You’ve been up much of the night for weeks on end with your fussy baby. Trying to hold things together at home and at work on so little sleep is unraveling you. It’s time to call in the experts! But who do you call? Who can help you get to the bottom of your baby’s sleep issues and come up with a speedy solution–one that will work for both you and your little one.
Firstly, there isn’t a single board for sleep consultant certifications like a state’s board of nursing. College degrees in sleep training don’t exist either, so you need to know what you are looking for in a professional. Here are a few tips to guide you in finding the right person.
You can start by searching for associations of professional sleep consultants. They have criteria you can review for accepting members; they will have lists and contact details of members in your area. Anyone can say they are a sleep trainer based on experience, so be sure to look for certifications as it is another step toward determining credibility. Certified sleep consultants will also list their accreditations if they have any. This can help ensure that their methods are evidence-based and meet industry standards.
If you have specific needs, check if they have previous experience with them. For example, your baby might have a complex medical issue, reflux, or be breastfeeding with a tongue-tie. These all require specific attention and techniques. Look for a sleep consultant with appropriate skills, be it medical training, experience with multiples, special needs, or breastfeeding.
Remember to consider their formal education as well. While your potential consultant might not have the experience in sleep training, their degree in child development, public health, social work, or nursing may cross over to fill in the gaps their sleep background lacks.

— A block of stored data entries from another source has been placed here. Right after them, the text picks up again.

void write_json(std::ostream& out, const core::CheckData& data, const geo::CheckReport& rep, geo::Severity min,
                const GroundReport& gr) {
  JsonWriter j(out);
  j.begin_object();
  j.key("fits").begin_array();
  for (const auto& f : rep.fits) {
    j.begin_object();
    j.key("contact").value(f.contact);
    j.key("points").value(static_cast<unsigned long>(f.points));
    if (f.plane) {
      j.key("strike").value(f.plane->strike);
      j.key("dip").value(f.plane->dip);
      j.key("dip_direction").value(f.plane->dip_direction());
      j.key("cone95").value(f.fit->cone95);
      j.key("rms").value(f.fit->rms);
      j.key("M").value(f.fit->M);
      j.key("K").value(f.fit->K);
    } else {
      for (const char* k : {"strike", "dip", "dip_direction", "cone95", "rms", "M", "K"}) j.key(k).null();
    }
    j.key("verdict").value(f.verdict);
    j.key("elevation_sources").begin_object();
    if (auto it = gr.elevation_sources.find(f.contact_id); it != gr.elevation_sources.end())
      for (const auto& [src, n] : it->second) j.key(src).value(static_cast<long>(n));
    j.end_object();
    j.end_object();
  }
  j.end_array();
  j.key("flags").begin_array();
  auto opt = [](const std::string& s) {
    return s.empty() ? std::optional<std::string>{} : std::optional<std::string>{s};
  };
  for (const auto& f : rep.flags) {
    if (f.severity < min) continue;
    j.begin_object();
    j.key("rule").value(f.rule);
    j.key("severity").value(geo::severity_name(f.severity));
    j.key("station").value(opt(f.station));
    j.key("ref").value(opt(f.ref));
    j.key("reading").value(opt(f.reading));
    j.key("contact").value(opt(f.contact));
    j.key("misfit").value(f.misfit);
    j.key("misfit_corrected").value(f.misfit_corrected);
    j.key("message").value(f.message);
    j.key("action").value(f.action);
    j.key("caution").value(opt(f.caution));
    j.key("cause").value(opt(f.cause));
    if (!f.readings.empty()) {  // a group flag: one observer's day
      j.key("refs").array(f.refs);
      j.key("readings").array(f.readings);
      j.key("stations").array(f.stations);
      j.key("observer").value(f.observer);
      j.key("day").value(opt(f.day));
      j.key("rotation").value(f.rotation);
      if (f.rotation_interval)
        j.key("rotation_interval").array(std::vector<double>{f.rotation_interval->first, f.rotation_interval->second});
      else
        j.key("rotation_interval").null();
    }
    if (const std::string src = slope_source(*gr.ground, f); !src.empty()) j.key("slope_source").value(src);
    j.end_object();
  }
  j.end_array();
  // Where next: the predicted elevation (95% half-width) of the kWhereNextContacts
  // usable contacts nearest each station (bounded per station, so the output
  // grows with the data), by contact in the fits' order, then by station.
  const auto near = nearest_fits(data.input.stations, rep.fits);
  j.key("where_next").begin_array();
  for (size_t fi = 0; fi < rep.fits.size(); ++fi) {
    const auto& f = rep.fits[fi];
    for (size_t si : near[fi]) {
      const auto& s = data.input.stations[si];
      auto e = geo::elevation_at(*f.fit, s.e, s.n);
      if (!e) continue;
      j.begin_object();
      j.key("contact").value(f.contact);
      j.key("station").value(s.code);
      j.key("elevation").value(e->elevation);
      j.key("half_width95").value(e->half_width95);
      j.key("station_elevation").value(s.z);
      j.end_object();
    }
  }
  j.end_array();
  write_ground_json(j, gr);
  j.end_object();
  out << "\n";
}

Chances are you are not the only person in your friend group to encounter sleep problems. You may have a great parent support network that has already recommended some consultants they have used. If not, ask for recommendations from trusted people, as it’s excellent for alleviating trepidation. Testimonials are another way to hear about how the trainer works. Make sure the testimonials are realistic and thorough. They may not be authentic if they sound scripted or very similar to each other.

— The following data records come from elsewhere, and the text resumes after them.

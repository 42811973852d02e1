// Backups that keep history (storage/project.h): one per writable session, of
// the file before its first change; none for a refused import; no two with
// the same bytes; the newest N kept plus the newest of each older day; and a
// restore that first keeps the present state.
// Sources: SQLite documentation, "Using the SQLite Online Backup API" (a backup
// is a page-for-page copy of one consistent state) and "PRAGMA
// integrity_check"; FIPS 180-4 SHA-256 for "same bytes"; the retention rule is
// common practice for rolling backups (as in grandfather-father-son rotation),
// no published source.
#include <gtest/gtest.h>

#include <filesystem>
#include <fstream>

#include "storage/import.h"
#include "storage/project.h"
#include "storage/repository.h"
#include "storage_test_util.h"

using namespace cairn::store;
using namespace cairn::store::testing;
namespace fs = std::filesystem;

namespace {

OpenOptions with_backups(int keep = 10) {
  OpenOptions o = quiet();
  o.backups = true;
  o.backup_keep = keep;
  return o;
}

void add_station(Project& p, const std::string& code) {
  Station s;
  s.code = code;
  s.lat = 46.5;
  s.lon = 14.9;
  add(p, s);
}

int stations_in(const std::string& file) {
  OpenOptions r = quiet();
  r.read_only = true;
  Project p = Project::open(file, r);
  return static_cast<int>(p.db().query_int("SELECT count(*) FROM stations"));
}

}  // namespace

TEST(Backups, OnePerSessionNoneForARefusedImportAndNoTwoAlike) {
  TempDir d;
  const std::string f = d.file("camp.cairn");
  { Project p = Project::create(f, NewProject{"camp", "", North::True, 0}, with_backups()); }
  EXPECT_TRUE(list_backups(f).empty()) << "making a file is no change of a file";
  {
    Project p = Project::open(f, with_backups());
    for (int i = 0; i < 3; ++i) {
      const ImportReport r = import_csv(p, ImportKind::Stations, "station,lat,lon\nS9,95,14\n", "bad.csv");
      ASSERT_FALSE(r.ok());
    }
    EXPECT_TRUE(list_backups(f).empty()) << "a refused import leaves no backup";
    add_station(p, "S1");
    add_station(p, "S2");
  }
  auto b = list_backups(f);
  ASSERT_EQ(b.size(), 1u) << "one per session";
  EXPECT_EQ(stations_in(b[0]), 0) << "the file as it was before the session's first change";
  {
    Project p = Project::open(f, with_backups());
    add_station(p, "S3");
    b = list_backups(f);
    ASSERT_EQ(b.size(), 2u);
    EXPECT_EQ(stations_in(b[1]), 2);
    const std::string now = p.backup_now();
    EXPECT_EQ(list_backups(f).size(), 3u);
    EXPECT_EQ(p.backup_now(), now) << "the same bytes are not kept twice";
    EXPECT_EQ(list_backups(f).size(), 3u);
  }
}

TEST(Backups, RollingBackupsCanBeLeftToTheCaller) {
  // rolling_backups = false: the session's backup is still made before the
  // first change, but later writes make none however long after; backup_due
  // says when one would have been made, and a backup made on another
  // connection (as the touch UI does on a worker) resets it.
  TempDir d;
  const std::string f = d.file("camp.cairn");
  { Project::create(f, NewProject{"camp", "", North::True, 0}, quiet()); }
  OpenOptions o = with_backups();
  o.rolling_backups = false;
  o.backup_interval_s = 0;  // every write would be due
  Project p = Project::open(f, o);
  EXPECT_TRUE(p.backup_due()) << "no backup yet this session";
  add_station(p, "S1");
  ASSERT_EQ(list_backups(f).size(), 1u) << "the session's backup";
  EXPECT_EQ(stations_in(list_backups(f)[0]), 0);
  add_station(p, "S2");
  add_station(p, "S3");
  EXPECT_EQ(list_backups(f).size(), 1u) << "no rolling backups";
  EXPECT_TRUE(p.backup_due());
  {
    OpenOptions ro = quiet();
    ro.read_only = true;
    Project other = Project::open(f, ro);
    other.backup_now();  // what the caller does instead, through its own connection
  }
  const auto b = list_backups(f);
  ASSERT_EQ(b.size(), 2u);
  EXPECT_EQ(stations_in(b[1]), 3) << "the file as committed";
  o.backup_interval_s = 3600;
  Project q = Project::open(f, o);
  q.backup_made();
  EXPECT_FALSE(q.backup_due()) << "made a moment ago, due in an hour";
  OpenOptions none = quiet();
  Project r = Project::open(f, none);
  EXPECT_FALSE(r.backup_due()) << "backups off";
}

TEST(Backups, AFailedBackupIsKeptUntilOneIsMade) {
  // The backup folder's name taken by a plain file: no backup can be made,
  // and why stays readable (the touch UI shows it) until one is.
  TempDir d;
  const std::string f = d.file("camp.cairn");
  { Project::create(f, NewProject{"camp", "", North::True, 0}, quiet()); }
  { std::ofstream(f + ".backups") << "not a folder"; }
  OpenOptions o = with_backups();
  o.rolling_backups = false;
  Project p = Project::open(f, o);
  EXPECT_EQ(p.backup_error(), "");
  std::string why;
  try {
    p.backup_now();
  } catch (const std::exception& e) {
    why = e.what();
  }
  ASSERT_NE(why, "") << "a backup into a plain file's name cannot be made";
  p.backup_failed(why);
  EXPECT_EQ(p.backup_error(), why);
  EXPECT_TRUE(p.backup_due()) << "none made this session";
  add_station(p, "S1");  // the change is saved all the same
  EXPECT_EQ(p.db().query_int("SELECT count(*) FROM stations"), 1);
  EXPECT_NE(p.backup_error(), "") << "the session's backup before that change failed too";
  fs::remove(f + ".backups");
  p.backup_now();
  EXPECT_EQ(p.backup_error(), "");
  EXPECT_EQ(list_backups(f).size(), 1u);
}

TEST(Backups, TheNewestNAndTheNewestOfEachOlderDayAreKept) {
  TempDir d;
  const std::string f = d.file("camp.cairn");
  Project p = Project::create(f, NewProject{"camp", "", North::True, 0}, with_backups(2));
  add_station(p, "S1");
  const auto first = list_backups(f);
  ASSERT_EQ(first.size(), 1u);
  const fs::path folder = fs::path(first[0]).parent_path();
  // Backups from two earlier days (names carry their UTC time).
  for (const char* stamp : {"20250101T080000000Z", "20250101T170000000Z", "20250102T090000000Z"}) {
    fs::copy_file(first[0], folder / (std::string("camp-") + stamp + ".cairn"));
  }
  for (int i = 2; i < 5; ++i) {
    add_station(p, "S" + std::to_string(i));
    p.backup_now();
  }
  std::vector<std::string> names;
  for (const auto& b : list_backups(f)) names.push_back(fs::path(b).filename().string());
  ASSERT_GE(names.size(), 4u);
  EXPECT_EQ(names[0], "camp-20250101T170000000Z.cairn");  // the newest of 1 January
  EXPECT_EQ(names[1], "camp-20250102T090000000Z.cairn");
  EXPECT_EQ(names.size(), 4u) << "2 newest + one of each older day";
}

TEST(Backups, RestoreKeepsThePresentStateFirst) {
  TempDir d;
  const std::string f = d.file("camp.cairn");
  std::string before_s2;
  {
    Project p = Project::create(f, NewProject{"camp", "", North::True, 0}, with_backups());
    add_station(p, "S1");
  }
  {
    Project p = Project::open(f, with_backups());
    add_station(p, "S2");  // the session's backup holds S1 only
    before_s2 = list_backups(f).back();
  }
  ASSERT_EQ(stations_in(before_s2), 1);
  {
    Project p = Project::open(f, with_backups());
    const std::string kept = restore_from_backup(p, before_s2);
    EXPECT_EQ(stations_in(kept), 2) << "the state the restore replaced";
    EXPECT_TRUE(p.integrity_check().empty());
  }
  EXPECT_EQ(stations_in(f), 1);
  Project p = Project::open(f, with_backups());
  EXPECT_THROW(restore_from_backup(p, d.file("nothing.cairn")), std::runtime_error);
  cairn::store::testing::write_file(d.file("junk.cairn"), std::string(4096, 'j'));
  EXPECT_THROW(restore_from_backup(p, d.file("junk.cairn")), std::runtime_error);
}

TEST(Backups, AZeroLengthFileIsSaidAndNamesTheNewestBackup) {
  // SQLite documentation, "Database File Format": a database file is at least
  // one page; a file of 0 bytes is read by SQLite as a new, empty database.
  TempDir d;
  const std::string f = d.file("camp.cairn");
  {
    Project p = Project::create(f, NewProject{"camp", "", North::True, 0}, with_backups());
    add_station(p, "S1");
  }
  const auto b = list_backups(f);
  ASSERT_EQ(b.size(), 1u);
  cairn::store::testing::write_file(f, "");
  try {
    Project::open(f, with_backups());
    FAIL() << "an empty file opened";
  } catch (const std::runtime_error& e) {
    const std::string m = e.what();
    EXPECT_NE(m.find(f + " is empty (0 bytes)"), std::string::npos) << m;
    EXPECT_NE(m.find("the newest backup is " + b.back()), std::string::npos) << m;
  }
  EXPECT_EQ(fs::file_size(f), 0u) << "left as it was";
}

Are you a Type A personality looking for a more scientific approach to sleep, or are you looking for a few simple changes you can implement yourself? Do you have a sleep training method in mind you want to implement? Make sure to communicate those expectations up front to prospective consultants.
Ask the consultant their general philosophy on sleep and how they approach sleep issues with clients. You want similar approaches and core expectations to prevent clashing on implementation methods down the road.
Many trainers expect you to log data in the form of a sleep diary or tracking app, so you might want to get into the habit before hiring a consultant. If you aren’t willing to commit to this, any consultant you hire may be hard pressed to find the issues contributing to your sleep struggles. Again, communicate these expectations at the beginning.
The price shouldn’t be the only deciding factor, but you should be aware. You get what you pay for, so make sure you understand the fee breakdown. A fee may shock you initially but could include an initial consultation, unlimited text support, a few nights in the home, and subsequent phone consultations. Another may look too good to be true, but it only covers a video call, a typed sleep plan, and one follow-up call. The cost will reflect their level of involvement and will fluctuate based on your needs, comfort level, and budget.
In the end, it’s how you feel about the sleep consultant. If you don’t feel like you can trust them, you won’t get the results you want. Do they seem compassionate and caring? Have they listened to your concerns and made a personalized plan to address them? Have they set realistic expectations and outcomes for you and your child? Are you willing to let them into your home, handling your precious baby while you sleep? It’s a very intimate decision and should feel right for everyone.
Even if you opt for the top-of-the-line baby sleep training specialist services (where you sleep while they work), you will still have to follow through with it once the trainer leaves. You should have a completed assessment of your child’s sleep-related difficulties and an implementation plan broken into steps for you to carry out. A cheat sheet of sleep tips and best practices is a nice bonus. You should have a follow-up plan or way to get in touch if you encounter snags. Like most things in life, the more energy you put into this, the more success you will have and the better sleep you and your little ones will get.